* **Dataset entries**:
* * * * *

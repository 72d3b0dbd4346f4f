"""Stone quality in the plan: the well-mixed silo between the quarries and the scrubber.

The scrubber needs so many tonnes of CaCO3 a day (`caco3_need_t`: SO2 and HCl removed ×
stoichiometry), whatever the stone.  Which stone is in the silo sets how many tonnes of
stone carry that CaCO3 and how much inert material the stone brings into the gypsum.
With ``u`` = tonnes of stone per tonne of CaCO3 in the silo (1 / CaCO3 fraction), every
quantity of the day is linear in ``u``:

- stone drawn = need × u;
- dry gypsum cake = cake without stone inerts + scrubber need × (u − 1);
- a buyer's purity limit p holds when u ≤ 1 + (CaSO4·2H2O / p − cake without inerts) /
  scrubber need.

Only ``u`` itself is not linear in the decisions: u = silo tonnes / silo CaCO3 after the
day's deliveries (a pooling problem, Haverly 1978).  The model keeps the silo's tonnes I
and CaCO3 J as linear states; the purity limit is then exact in them (I' − u_max·J' ≤ 0
after the day's deliveries, for each buyer and month the plan ships).  What is fixed is
the ratio at which inerts leave with the CaCO3 drawn: it is taken from the exact replay of
a known plan (first the reorder-point baseline, then each solve's own plan), the model is
solved again, and so on until the silo's mix settles (Haverly's recursion).  Every
candidate is replayed exactly (`reagentplan.balance.silo_replay` and the full balance at
the replayed mix) and priced by `evaluate`, and the cheapest replayed plan is kept, so a
linearisation error can cost money but never hides a broken limit.  A first-order
(successive linear programming) term was tried and dropped: on the demo it made each
solve 3-10 times slower and moved the plan further between iterations.

References
----------
Haverly, C. A. (1978), "Studies of the behavior of recursion for the pooling problem",
ACM SIGMAP Bulletin 25:19-28.
Lasdon, L. S., Waren, A. D., Sarkar, S. and Palacios, F. (1979), "Solving the pooling
problem using generalized reduced gradient and successive linear programming
algorithms", ACM SIGMAP Bulletin 27:9-15.
Srivastava, R. K. and Jozewicz, W. (2001), J. Air & Waste Manage. Assoc. 51:1676-1688
(cake composition).
"""

from __future__ import annotations

from dataclasses import dataclass

import numpy as np
import pandas as pd

from ..balance import balance_frame, silo_replay
from ..scenario import Scenario
from .lanes import SUPPLY, Lane

#: Points of purity [%-points] the linear model keeps above a buyer's limit, so that the
#: linearisation's error does not put a shipment on the wrong side of the limit.
PURITY_MARGIN_PCT = 0.03


@dataclass
class SiloChemistry:
    """Per-day chemistry of a scenario that does not depend on the stone [t/d], the
    stone of each supply lane [-] and the initial silo.

    need : CaCO3 needed (scrubber, HCl, injection) [t]
    need_gypsum : the part whose stone inerts report to the gypsum (scrubber, HCl) [t]
    cake_base : dry cake without the stone's inerts [t]
    gypsum_pure : CaSO4·2H2O in the cake [t]
    wet_factor : wet cake per dry [-] (1 / (1 − moisture))
    lane_caco3 : CaCO3 fraction per supply lane name [-]
    lane_mgco3 : MgCO3 fraction per supply lane name [-]
    """

    need: np.ndarray
    need_gypsum: np.ndarray
    cake_base: np.ndarray
    gypsum_pure: np.ndarray
    wet_factor: np.ndarray
    lane_caco3: dict[str, float]
    lane_mgco3: dict[str, float]
    initial_t: float
    initial_caco3: float
    u_lo: float
    u_hi: float
    #: the removal lever (`lever.RemovalLever`) when the plan chooses the removal: the
    #: CaCO3 need then follows each plan's removal
    lever: object = None

    def need_of(self, plan) -> np.ndarray:
        """CaCO3 needed per day [t] under a plan: at its removal where it chose one."""
        if self.lever is None or getattr(plan, "removal", None) is None:
            return self.need
        return self.lever.at("caco3_need_t", plan.removal)

    @classmethod
    def from_balance(cls, scenario: Scenario, balance: pd.DataFrame, lanes: list[Lane]) -> "SiloChemistry":
        c0 = balance["limestone_caco3_pct"].to_numpy(float) / 100
        need = balance["caco3_need_t"].to_numpy(float)
        scrub = (balance["limestone_scrubber_t"] + balance["limestone_hcl_t"]).to_numpy(float)
        if scenario.plant.boiler == "cfb":
            scrub = np.zeros_like(scrub)
        dry = balance["gypsum_dry_t"].to_numpy(float)
        inerts = balance["gypsum_inerts_t"].to_numpy(float)
        purity = np.nan_to_num(balance["gypsum_purity_pct"].to_numpy(float)) / 100
        wet = balance["gypsum_wet_t"].to_numpy(float)
        lane_c = {l.name: scenario.stone_caco3_pct(l.source) / 100 for l in lanes if l.kind == SUPPLY}
        lane_mg = {l.name: (l.source.mgco3_pct or 0.0) / 100 for l in lanes if l.kind == SUPPLY}
        c_init = scenario.scrubber.limestone_caco3_pct / 100
        allc = list(lane_c.values()) + [c_init]
        return cls(need, scrub * c0, dry - inerts, purity * dry,
                   np.where(dry > 0, wet / np.where(dry > 0, dry, 1.0), 1.0),
                   lane_c, lane_mg, scenario.storage["limestone"].initial_t, c_init,
                   1 / max(allc), 1 / min(allc))

    # ---------------------------------------------------------------- replay

    def replay(self, lanes: list[Lane], plan) -> dict:
        """The exact well-mixed silo under a plan's deliveries (`silo_replay`)."""
        n = len(self.need)
        arr, comp = np.zeros(n), np.zeros((n, 2))
        for lane in lanes:
            if lane.kind != SUPPLY:
                continue
            t = plan.tonnes(lane)
            arr += t
            comp[:, 0] += t * self.lane_caco3[lane.name]
            comp[:, 1] += t * self.lane_mgco3[lane.name]
        init_mg = 0.0
        return silo_replay(self.initial_t, [self.initial_caco3, init_mg], arr, comp, self.need_of(plan))

    def plan_balance(self, scenario: Scenario, lanes: list[Lane], plan) -> pd.DataFrame:
        """The daily balance at the stone the plan puts in the silo, with the silo's
        CaCO3 [%] (``limestone_caco3_pct``) and MgCO3 [%] (``limestone_mgco3_pct``)."""
        r = self.replay(lanes, plan)
        frame = balance_frame(scenario, caco3_pct=100 * r["frac"][:, 0],
                              removal_pct=getattr(plan, "removal", None))
        frame["limestone_mgco3_pct"] = 100 * r["frac"][:, 1]
        return frame

    # ---------------------------------------------------------------- linear model

    def u_max(self, min_purity_pct: float, margin: bool = True) -> np.ndarray:
        """Most stone per CaCO3 [t/t] that keeps the day's gypsum at a purity [%]
        (+ `PURITY_MARGIN_PCT` unless ``margin`` is false); +inf on days without gypsum."""
        p = (min_purity_pct + (PURITY_MARGIN_PCT if margin else 0.0)) / 100
        with np.errstate(divide="ignore", invalid="ignore"):
            out = 1 + (self.gypsum_pure / p - self.cake_base) / self.need_gypsum
        return np.where(self.need_gypsum > 1e-9, out, np.inf)

    def linearisation(self, lanes: list[Lane], plan, periods: list[tuple[int, int]],
                      floor_t: float) -> tuple[np.ndarray, np.ndarray]:
        """Per period, the silo's stone per CaCO3 ``u`` [t/t] and its CaCO3 after the
        period's deliveries [t] under a known plan: the point the model linearises at."""
        r = self.replay(lanes, plan)
        u, j = np.empty(len(periods)), np.empty(len(periods))
        level = np.r_[self.initial_t, r["level_t"]]
        frac = r["frac"][:, 0]
        for k, (a, b) in enumerate(periods):
            stock = level[b + 1] + r["stone_t"][a:b + 1].sum()
            u[k] = float(np.mean(1 / frac[a:b + 1]))
            j[k] = max(stock / u[k], floor_t)
        return u, j




class SiloLots:
    """The silo's relaxation for a bound: each stone kept as a lot of its own, the scrubber
    fed any blend of the lots the day's CaCO3 need allows.

    Per period k and lot g (the initial silo, each supply lane) with CaCO3 fraction c_g:

    - S[g,k] = S[g,k−1] + delivered[g,k] − drawn[g,k]        (stone [t], S ≥ 0, drawn ≥ 0)
    - Σ_g c_g drawn[g,k] + unmet[k] = need[k]                (CaCO3 [t])
    - I[k] = Σ_g S[g,k]                                      (the store's level [t])
    - inerts drawn to the gypsum: Σ_g (1 − c_g) drawn[g,k]   [t]
    - a purity-limited sale in period k: Σ_g (1 − u_max c_g) drawn[g,k] ≤ M (1 − z), and on
      a single day Σ_g (1 − u_max c_g) (S[g,k] + drawn[g,k]) ≤ M (1 − z) (the content fed)

    A well-mixed silo is one such blend (each lot drawn in proportion to its share of the
    silo, which keeps the feed's stone per CaCO3 equal to the silo's), so every plan of the
    well-mixed model is a plan of this one at the same cost: its optimum, and any dual bound
    a solver proves on it, is a lower bound on the best well-mixed plan.  This is the
    pooling problem's relaxation that sends the sources straight to the products (the
    pool's mixing dropped); see Audet, Brimberg, Hansen, Le Digabel and Mladenović (2004),
    "Pooling problem: alternate formulations and solution methods", Management Science
    50(6):761-776, and Tawarmalani and Sahinidis (2002), *Convexification and Global
    Optimization in Continuous and Mixed-Integer Nonlinear Programming*, Kluwer, ch. 9.
    """

    def __init__(self, model, chem: "SiloChemistry", lanes: list[Lane], initial_t: float, most: float):
        self.m, self.most = model, float(most)
        self.c = {"(initial silo)": chem.initial_caco3}
        self.c.update({l.name: chem.lane_caco3[l.name] for l in lanes if l.kind == SUPPLY})
        self.stock = {g: 0.0 for g in self.c}
        self.stock["(initial silo)"] = float(initial_t)
        self.drawn: dict[int, dict] = {}
        self.stock_at: dict[int, dict] = {}
        self.u_hi = chem.u_hi

    def period(self, k: int, level, arrivals: dict, need, unmet):
        """Rows of period k: the lots' stock, the CaCO3 drawn, the level; returns the
        inerts drawn [t] (an expression)."""
        m = self.m
        drawn = {}
        for g, c in self.c.items():
            d = m.add_variable(lb=0, ub=self.most, name=f"drawn[{g},{k}]")
            s = m.add_variable(lb=0, ub=self.most, name=f"lot[{g},{k}]")
            m.add_linear_constraint(s == self.stock[g] + arrivals.get(g, 0.0) - d, name=f"lot_balance[{g},{k}]")
            self.stock[g] = s
            drawn[g] = d
        m.add_linear_constraint(sum((self.c[g] * d for g, d in drawn.items()), 0.0) + unmet == need,
                                name=f"lots_caco3[{k}]")
        m.add_linear_constraint(level == sum(self.stock.values(), 0.0), name=f"lots_level[{k}]")
        self.drawn[k] = drawn
        self.stock_at[k] = dict(self.stock)
        return sum(((1.0 - self.c[g]) * d for g, d in drawn.items()), 0.0)

    def purity_row(self, k: int, u_max: float, z, daily: bool) -> None:
        """A purity-limited sale in period k (``z`` = 1) needs the feed's stone per CaCO3 at
        most ``u_max`` [t/t]; on a single day also the silo's content after the day's
        deliveries (lots left + drawn), which a well-mixed silo feeds as it is: a valid
        cut that keeps the relaxation from holding poor stone back on the days it ships."""
        big = (self.u_hi - u_max) * self.most * (1 - z)
        feed = sum(((1.0 - u_max * self.c[g]) * d for g, d in self.drawn[k].items()), 0.0)
        self.m.add_linear_constraint(feed <= big, name=f"lots_purity[{k}]")
        if daily:
            content = sum(((1.0 - u_max * self.c[g]) * (self.stock_at[k][g] + d) for g, d in self.drawn[k].items()), 0.0)
            self.m.add_linear_constraint(content <= big, name=f"lots_content_purity[{k}]")

    def caco3_left(self):
        """CaCO3 in the lots after the last period [t] (an expression)."""
        return sum((self.c[g] * s for g, s in self.stock.items()), 0.0)


def stone_frame(scenario: Scenario, balance: pd.DataFrame) -> pd.DataFrame:
    """Per day: the silo's CaCO3 [%] (and MgCO3 [%] where given), the gypsum's purity [%]
    and each purity-limited gypsum buyer's limit [%] (NaN out of its season)."""
    out = pd.DataFrame({"date": balance["date"].to_numpy(),
                        "silo_caco3_pct": balance["limestone_caco3_pct"].to_numpy(float),
                        "gypsum_purity_pct": balance["gypsum_purity_pct"].to_numpy(float)})
    if "limestone_mgco3_pct" in balance:
        out["silo_mgco3_pct"] = balance["limestone_mgco3_pct"].to_numpy(float)
    for b in scenario.buyers:
        if b.material == "gypsum" and b.min_purity_pct is not None:
            season = np.isin(pd.DatetimeIndex(out["date"]).month - 1, sorted(b.months))
            out[f"{b.buyer} min purity [%]"] = np.where(season, b.min_purity_pct, np.nan)
    return out


def deliveries_quality_frame(scenario: Scenario, lanes: list[Lane], movements: pd.DataFrame) -> pd.DataFrame:
    """Each limestone delivery with its stone's CaCO3 [%], its delivered cost per tonne of
    CaCO3 [money/t] and ``chosen_for_quality``: true when a lane of lower-grade stone that
    is cheaper per tonne of CaCO3 was open that day, so the plan paid for the better stone."""
    supply = {l.name: l for l in lanes if l.kind == SUPPLY}
    per_caco3 = {n: (l.cost_per_t + l.cost_per_load / l.load_t) / (scenario.stone_caco3_pct(l.source) / 100)
                 for n, l in supply.items()}
    start = pd.Timestamp(scenario.plant.start_date)
    rows = []
    for r in movements[(movements["material"] == "limestone") & (movements["direction"] == "in")].itertuples():
        lane = supply[r.lane]
        c = scenario.stone_caco3_pct(lane.source)
        d = (pd.Timestamp(r.date) - start).days
        cheaper = [n for n, l in supply.items() if n != r.lane and l.open[d]
                   and scenario.stone_caco3_pct(l.source) < c and per_caco3[n] < per_caco3[r.lane]]
        rows.append({"date": r.date, "lane": r.lane, "party": r.party, "tonnes": r.tonnes, "caco3_pct": c,
                     "cost_per_t_caco3": round(per_caco3[r.lane], 3), "chosen_for_quality": bool(cheaper),
                     "instead_of": ", ".join(cheaper)})
    return pd.DataFrame(rows, columns=["date", "lane", "party", "tonnes", "caco3_pct", "cost_per_t_caco3",
                                       "chosen_for_quality", "instead_of"])

__all__ = ["SiloChemistry", "SiloLots", "PURITY_MARGIN_PCT", "stone_frame", "deliveries_quality_frame"]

* * * * *

* **EXERCISE BRIEF**: Write out only the lines that run from the line containing "own, the scrubber" through the line containing "- a purity-limited", both included, exactly as they appear above.

* **YOUR SOLUTION**:
    """The silo's relaxation for a bound: each stone kept as a lot of its own, the scrubber
    fed any blend of the lots the day's CaCO3 need allows.

    Per period k and lot g (the initial silo, each supply lane) with CaCO3 fraction c_g:

    - S[g,k] = S[g,k−1] + delivered[g,k] − drawn[g,k]        (stone [t], S ≥ 0, drawn ≥ 0)
    - Σ_g c_g drawn[g,k] + unmet[k] = need[k]                (CaCO3 [t])
    - I[k] = Σ_g S[g,k]                                      (the store's level [t])
    - inerts drawn to the gypsum: Σ_g (1 − c_g) drawn[g,k]   [t]
    - a purity-limited sale in period k: Σ_g (1 − u_max c_g) drawn[g,k] ≤ M (1 − z), and on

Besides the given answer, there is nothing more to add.